Sports are an important part of academia and the growing up process. Playing sports and being involved in a team is invaluable to teaching life lessons and coping skills. Sports can also be a relief from stress for many kids or a way to excel. Sadly, as with any physical activity, there are risks of injury. This is even more true when it comes to sports like football, hockey, soccer, baseball and other contact sports. Football and soccer are said to be the two most dangerous contact sports. Sports injuries are costly, debilitating and can cause a lifetime of pain. They require significant medical expense, diminished quality of life, pain, suffering, and perhaps a loss of future earning potential. When faced with some of these losses, parents often wonder if they are able to sue to recover for them and others they may have incurred since the injury.
According to Safe Kids USA, more than 3.5 million children per year suffer severe sports-related injury. Traumatic brain injury is a commonly seen sports injury in children. It is most often cause by head blows from smashing into another player, a hard fall, or even hitting their head on equipment. Certain game moves can even cause player injury, such as “the header” in soccer. Football players not only receive a lot of head trauma but also have a significant risk for knee and ankle injury. Lacrosse is ranked as the third most dangerous sport for children. Wrestling and cheerleading are also on the list. While these sports are known to be more dangerous than others and consistently see severely injured players each year. They are still offered in school systems across the country.
These dangerous sports are offered and even required in some classes, but parents are required to sign a consent prohibiting them from suing the school or athletic organization if injury occurs. The consent form says they understand there is an inherent risk of injury in playing the game and realize their child may get seriously hurt. These consent forms work on the legal doctrine described as “assumption of the risk,” which states that when people participate in unsafe activities they shoulder the risk of injury knowingly.
A school and/or sports organization can be held responsible legally for a child’s sports related incident in specific cases. The injury must have been caused by a risk not inherent to the sport.

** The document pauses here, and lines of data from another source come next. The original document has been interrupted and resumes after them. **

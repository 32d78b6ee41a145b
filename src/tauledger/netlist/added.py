"""NODE=VALUES as a user writes it → a resistance and a capacitance to ground, as of a probe."""

from __future__ import annotations

import math
from collections.abc import Sequence

from tauledger.circuit import GROUND, Change, Load, fold
from tauledger.errors import InputError
from tauledger.netlist.diagnostics import nearest, visible
from tauledger.netlist.elaborate import elaborate
from tauledger.netlist.netlist import Netlist
from tauledger.netlist.numbers import read_number

# No probe has less than 1 Ω, and none has a millifarad: a number alone says what it is.
LEAST_OHM = 1.0
MOST_FARAD = 1e-3
WRITE = "write a capacitance, a resistance, or both: --add out=12p, --add out=10meg,12p"


def added(netlist: Netlist, texts: Sequence[str]) -> Change:
    """Give the change that "out=12p", "out=10meg" or "X1.b=10meg,12p" ask for; values as in a netlist, each to ground.

    From 1 on a value is a resistance in ohm, up to 1m a capacitance in farad.
    Raises InputError where one is not NODE=VALUES, and where no node is called so (with the nearest name).
    """
    nodes = elaborate(netlist, purpose="reading").nodes
    names = {fold(node): node for node in nodes if node != GROUND}
    loads: list[Load] = []
    for text in texts:
        name, equals, values = text.rpartition("=")
        if not equals or not name.strip():
            raise InputError(f"--add {visible(text)}: not NODE=VALUES", WRITE)
        key = fold(name.strip())
        if key in (GROUND, "gnd"):
            raise InputError(f"--add {visible(text)}: both ends would be ground", "name another node")
        if key not in names:
            known = ", ".join(list(names.values())[:12])
            raise InputError(
                f"--add {visible(text)}: no node is called {visible(name.strip())!r}",
                nearest(name.strip(), names.values(), otherwise=f"there are {known or 'none'}"),
            )
        loads += _loads(text, names[key], values)
    return Change(loads=tuple(loads))


def _loads(text: str, node: str, values: str) -> list[Load]:
    parts = values.split(",")
    if len(parts) > 2:
        raise InputError(f"--add {visible(text)}: {len(parts)} values", WRITE)
    loads = [_load(text, node, part.strip()) for part in parts]
    if len({load.kind for load in loads}) < len(loads):
        words = "resistances" if loads[0].kind == "R" else "capacitances"
        raise InputError(f"--add {visible(text)}: two {words}", WRITE)
    return loads


def _load(text: str, node: str, written: str) -> Load:
    number = read_number(written)
    if number is None or number.tail:
        raise InputError(f"--add {visible(text)}: {visible(written)!r} is no number", WRITE)
    value = number.value
    if not 0.0 < value < math.inf:
        raise InputError(f"--add {visible(text)}: {visible(written)} is not above 0", WRITE)
    if MOST_FARAD < value < LEAST_OHM:
        raise InputError(
            f"--add {visible(text)}: {visible(written)} is no resistance from 1 ohm on and no capacitance up to 1 mF",
            "in SPICE M is milli: 10 megohm are 10meg",
        )
    return Load("R" if value >= LEAST_OHM else "C", node, GROUND, value)
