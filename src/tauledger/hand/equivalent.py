"""The mid-band equivalent circuit as drawn on paper: joined nodes, resistors, cells, and its exact impedances.

Short capacitors, inductors that are short and all voltage sources join nodes; joined with ground are the supplies and,
with the input nulled, the driven nodes. What remains is resistors and cells (a cell is one transconductor with its
r_pi and r_o), and the impedance matrix against which every hand rule is checked.
"""

from __future__ import annotations

import math
from collections.abc import Collection, Mapping

import numpy as np
from msgspec import Struct
from msgspec.structs import replace
from numpy.typing import NDArray

from tauledger.circuit import GROUND
from tauledger.devices.family import Device
from tauledger.devices.parts import Part
from tauledger.errors import NetworkError
from tauledger.hand.elements import Capacitor as Capacitor
from tauledger.hand.elements import (
    Cell,
    Resistor,
    TerminalAt,
    Transformer,
    read_cells,
    read_resistors,
    read_terminals,
    read_transformers,
)
from tauledger.network.assemble import Network
from tauledger.network.bands import Bands
from tauledger.network.gain_setting import impedance_below

ROUNDING = 1e-12


class EquivalentCircuit(Struct, frozen=True):
    """Resistors, cells and open capacitances between hand nodes, and the exact matrices on the same nodes.

    at: every node of the whole network → its hand node, "0" for ground, supplies and driven nodes. driven: those
    of the whole network's nodes that a source moves away from their hand node, with their voltage. members: hand node →
    nodes of the whole network, file order.
    nodes: the n live hand nodes. impedance Z: (n, n) ohm, input nulled. whole: the same, complex, at s_mid, which is 0
    but where capacitors set the gain; impedance is then Re Z of the poles above s_mid. voltage x, adjoint λ, injected:
    (n,) complex; injected is the drive as a Norton current into each live node, A. response H.
    inner_names: nodes of the whole network behind a series resistance. output_nodes: netlist nodes of the output.
    products: (n, n) C·Z, s. charge: (n,) C·x per ω, C. floating: live nodes without any DC path.
    """

    at: Mapping[str, str]
    driven: Mapping[str, complex]
    members: Mapping[str, tuple[str, ...]]
    nodes: tuple[str, ...]
    resistors: tuple[Resistor, ...]
    cells: tuple[Cell, ...]
    capacitors: tuple[Capacitor, ...]
    terminals: tuple[TerminalAt, ...]
    inner_names: frozenset[str]
    output_nodes: tuple[str, ...]
    impedance: NDArray[np.float64]
    whole: NDArray[np.complex128]
    s_mid: complex
    voltage: NDArray[np.complex128]
    adjoint: NDArray[np.complex128]
    injected: NDArray[np.complex128]
    response: complex
    products: NDArray[np.float64]
    charge: NDArray[np.complex128]
    floating: frozenset[str]
    row: Mapping[str, int]
    resistors_at: Mapping[str, tuple[int, ...]]
    cells_at: Mapping[str, tuple[int, ...]]
    transformers: tuple[Transformer, ...] = ()
    transformers_at: Mapping[str, tuple[int, ...]] = {}

    @property
    def constant(self) -> NDArray[np.float64]:
        """(n,) diagonal of C·Z, s: the exact time constant of every node."""
        return np.asarray(np.diagonal(self.products), dtype=float)

    @property
    def moment(self) -> NDArray[np.complex128]:
        """(n,) λ_i·(C·x)_i / H, s: what every node adds to the first moment; 0 where there is no response."""
        return self.adjoint * self.charge / self.response if self.response else np.zeros_like(self.adjoint)

    @property
    def output_hand(self) -> tuple[str, str]:
        """Hand nodes of the output, plus and minus; ground twice where the output is a current."""
        plus, minus = (*self.output_nodes, GROUND, GROUND)[:2]
        return self.at[plus], self.at[minus]

    def z(self, i: str, j: str) -> float:
        """Exact transfer resistance in ohm: voltage at i for 1 A into j; 0 where either is ground."""
        if i == GROUND or j == GROUND:
            return 0.0
        if i == j and i in self.floating:
            return math.inf
        return float(self.impedance[self.row[i], self.row[j]])

    def across(self, a: str, b: str) -> float:
        """Exact resistance in ohm between a and b."""
        return self.z(a, a) + self.z(b, b) - self.z(a, b) - self.z(b, a)

    def gain(self, start: str, end: str) -> float:
        """Exact K = Z_end,start / Z_start,start: the gain driven from the node itself; 0 where the end is ground."""
        return 0.0 if end == GROUND or not self.z(start, start) else self.z(end, start) / self.z(start, start)


def upper_circuit(bands: Bands, devices: tuple[Device, ...]) -> EquivalentCircuit:
    """Draw the mid-band circuit in which the open capacitances act.

    Raises NetworkError where a node has no path for direct current, or the circuit no unique solution.
    """
    circuit = equivalent_circuit(bands.upper, bands.merged, devices, bands.network, bands.s_mid)
    if circuit.floating:
        raise NetworkError(f"node {min(circuit.floating)} hangs on capacitors alone at mid-band")
    return circuit


def joined_nodes(network: Network, shorted: Collection[str]) -> dict[str, str]:
    """Give for every node, ground included, the node that stands for all that the parts in `shorted` join with it.

    Ground wins, else the node first in the file.
    """
    order = [GROUND, *network.unknowns[: network.n_nodes]]
    parent = {node: node for node in order}
    rank = {node: k for k, node in enumerate(order)}
    for part in network.parts:
        if part.name in shorted:
            _union(parent, rank, part.nodes[0], part.nodes[1])
    return {node: _find(parent, node) for node in order}


def joined(network: Network, shorted: Collection[str], removed: Collection[str]) -> tuple[Network, Mapping[str, str]]:
    """Join the ends of the parts named in `shorted` and take out those in `removed`.

    Returns the smaller network and every node's new node; ground wins, else the node first in the file.
    """
    at = joined_nodes(network, shorted)
    gone = {*shorted, *removed}
    parts: list[Part] = []
    for part in network.parts:
        nodes = tuple(at[node] for node in part.nodes)
        forced = part.kind.endswith("source") and network.amplitude(part) != 0.0
        idle = nodes[0] == nodes[1] and not forced and part.kind != "block"
        if part.name not in gone and not idle:
            parts.append(replace(part, nodes=nodes))
    drive = {part.owner: complex(network.amplitude(part)) for part in parts if part.kind.endswith("source")}
    port = network.port
    if port.kind == "voltage":
        port = replace(port, plus=at[port.plus], minus=at[port.minus])
    return Network.from_parts(parts, output=port, drive=drive), at


def equivalent_circuit(
    network: Network, merged: Mapping[str, str], devices: tuple[Device, ...], whole: Network, s: complex = 0j
) -> EquivalentCircuit:
    """Draw a network whose capacitances are all open as a hand circuit.

    merged: every node of the whole network → its node in `network`. whole: that network; its names are the
    user's. s: jω_mid where capacitors set the gain; the matrices are then taken there with the capacitances in place,
    the impedances as real parts of what the poles above make of them.
    Raises NetworkError where the circuit has no unique solution.
    """
    order = [GROUND, *network.unknowns[: network.n_nodes]]
    hand = joined_nodes(network, {p.name for p in network.parts if p.kind in ("voltage source", "inductance")})
    # a node that hung on capacitances alone is in no part of this network: no signal is there
    at = {node: hand.get(upper, GROUND) for node, upper in merged.items()}
    nodes = tuple(dict.fromkeys(hand[node] for node in order if hand[node] != GROUND))
    solved = _solve(network, hand, nodes, s)
    moved = {node: complex(v) for node, v in zip(order[1:], solved.forced, strict=False) if v}
    members: dict[str, list[str]] = {}
    for node, h in at.items():
        members.setdefault(h, []).append(node)
    cells, used = read_cells(network, hand, at, devices)
    resistors = read_resistors(network, hand, used)
    transformers = read_transformers(network, hand)
    return EquivalentCircuit(
        at=at,
        driven={node: moved[upper] for node, upper in merged.items() if upper in moved},
        members={h: tuple(names) for h, names in members.items()},
        nodes=nodes,
        resistors=resistors,
        cells=cells,
        capacitors=tuple(
            Capacitor(part.name, hand[part.nodes[0]], hand[part.nodes[1]], part.value)
            for part in network.parts
            if part.kind == "capacitance"
        ),
        terminals=read_terminals(at, devices, cells, whole),
        inner_names=frozenset(t.inner for device in devices for t in device.terminals if t.inner != t.outer),
        output_nodes=(whole.port.plus, whole.port.minus) if whole.port.kind == "voltage" else (),
        impedance=solved.impedance,
        whole=solved.whole,
        s_mid=s,
        voltage=solved.voltage,
        adjoint=solved.adjoint,
        injected=solved.injected,
        response=solved.response,
        products=solved.products,
        charge=solved.charge,
        floating=solved.floating,
        row={node: k for k, node in enumerate(nodes)},
        resistors_at=adjacency([(r.a, r.b) for r in resistors]),
        cells_at=adjacency([(c.control, c.common, c.output) for c in cells]),
        transformers=transformers,
        transformers_at=adjacency([tuple(n for n in (*t.first, *t.second) if n != GROUND) for t in transformers]),
    )


class _Solved(Struct, frozen=True):
    impedance: NDArray[np.float64]
    whole: NDArray[np.complex128]
    forced: NDArray[np.complex128]
    voltage: NDArray[np.complex128]
    adjoint: NDArray[np.complex128]
    injected: NDArray[np.complex128]
    response: complex
    products: NDArray[np.float64]
    charge: NDArray[np.complex128]
    floating: frozenset[str]


def _solve(network: Network, hand: Mapping[str, str], nodes: tuple[str, ...], s: complex) -> _Solved:
    c = network.capacitance.dense(network.size)
    g = network.conductance.dense(network.size)
    g = g + s * c if s else g
    lonely = [k for k in range(network.n_nodes) if not g[k].any() and not g[:, k].any()]
    g[lonely, lonely] = 1.0
    try:
        inverse = np.linalg.inv(g)
    except np.linalg.LinAlgError as error:
        raise NetworkError("the mid-band network has no unique solution") from error
    faced = inverse - impedance_below(network, s) if s else inverse
    x = inverse @ network.drive
    adjoint = inverse.T @ network.output.astype(complex)
    response = complex(network.output @ x)
    groups = np.zeros((len(nodes), network.size))
    first: list[int] = []
    for k, node in enumerate(nodes):
        rows = [row for row in range(network.n_nodes) if hand[network.unknowns[row]] == node]
        groups[k, rows] = 1.0
        first.append(rows[0])
    pick = np.ix_(first, first)
    g[lonely, lonely] = 0.0
    source_current = np.where(np.arange(network.size) < network.n_nodes, network.drive, 0.0)
    # Sources join nodes that they hold at different voltages: against ground, or, where one floats, about their mean.
    mean = groups @ x / groups.sum(axis=1)
    forced = np.where(np.arange(network.size) < network.n_nodes, x - groups.T @ mean, 0.0)
    forced[np.abs(forced) <= ROUNDING * np.abs(x).max(initial=0.0)] = 0.0
    injected = groups @ (source_current - g @ forced)
    return _Solved(
        impedance=np.asarray(faced.real[pick], dtype=float),
        whole=np.asarray(inverse[pick], dtype=complex),
        forced=np.asarray(forced, dtype=complex),
        voltage=np.asarray(mean, dtype=complex),
        adjoint=adjoint[first],
        injected=np.asarray(injected, dtype=complex),
        response=response,
        products=np.asarray(groups @ c @ faced.real[:, first], dtype=float),
        charge=np.asarray(groups @ (c @ x), dtype=complex),
        floating=frozenset(hand[network.unknowns[k]] for k in lonely),
    )


def adjacency(ends: list[tuple[str, ...]]) -> dict[str, tuple[int, ...]]:
    """Give for every node which of the elements, whose end nodes are given, are there."""
    at: dict[str, list[int]] = {}
    for k, nodes in enumerate(ends):
        for node in dict.fromkeys(nodes):
            at.setdefault(node, []).append(k)
    return {node: tuple(which) for node, which in at.items()}


def _find(parent: dict[str, str], node: str) -> str:
    while parent[node] != node:
        parent[node] = parent[parent[node]]
        node = parent[node]
    return node


def _union(parent: dict[str, str], rank: Mapping[str, int], a: str, b: str) -> None:
    first, second = sorted((_find(parent, a), _find(parent, b)), key=rank.__getitem__)
    parent[second] = first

Some examples of injuries caused by risks not inherent to the sport are:
Intentional Cruelty – Other players can intentionally hurt your child due to jealousy or game issues. This could be on the field or in the locker room. This could include physical fights or intentional sabotage to incur injury. Any of these types of injuries may be open to a law suit to recover any damages they may have caused.
Recklessness – Athletes are known to lose their temper. Hardly a year goes by without players throwing bats into the diamond, tripping, shoving, and smacking each other, or otherwise throwing a tantrum. Reckless behavior like that can cause injury and sometimes serious damage. It does not have to be intentional. Any reckless behavior resulting in an injury may be enough to warrant a lawsuit.
Products Liability – Products liability laws hold that defectively designed, mass-produced, and/or marketed sports apparatus and equipment which causes injury may give rise to a legal claim. If the helmet your football player was wearing was defective, you may have a case.
Negligent Coaching – When a coach fails to recognize a player’s inability to compete at a specific level or does not identify an inherent danger in playing such as wet playing surfaces, he or she is potentially at risk of being held liable for any injuries that arise as a result. Parents and players accept the inherent risk of sports games with the assumption the coaches and staff are professionally able to govern best practices under the school’s watch. When they fail to maintain this standard, a lawsuit may be appropriate.
When you allow your child to play sports in school, you know that there is a risk of getting hurt. Signing the consent form protects the school against lawsuits for injuries that parents knew could occur. It should not deter parents from seeking legal recourse, however, if their child was hurt due to some form of negligence that should not have happened. Talking with a seasoned personal injury attorney will help determine if a case should go forward.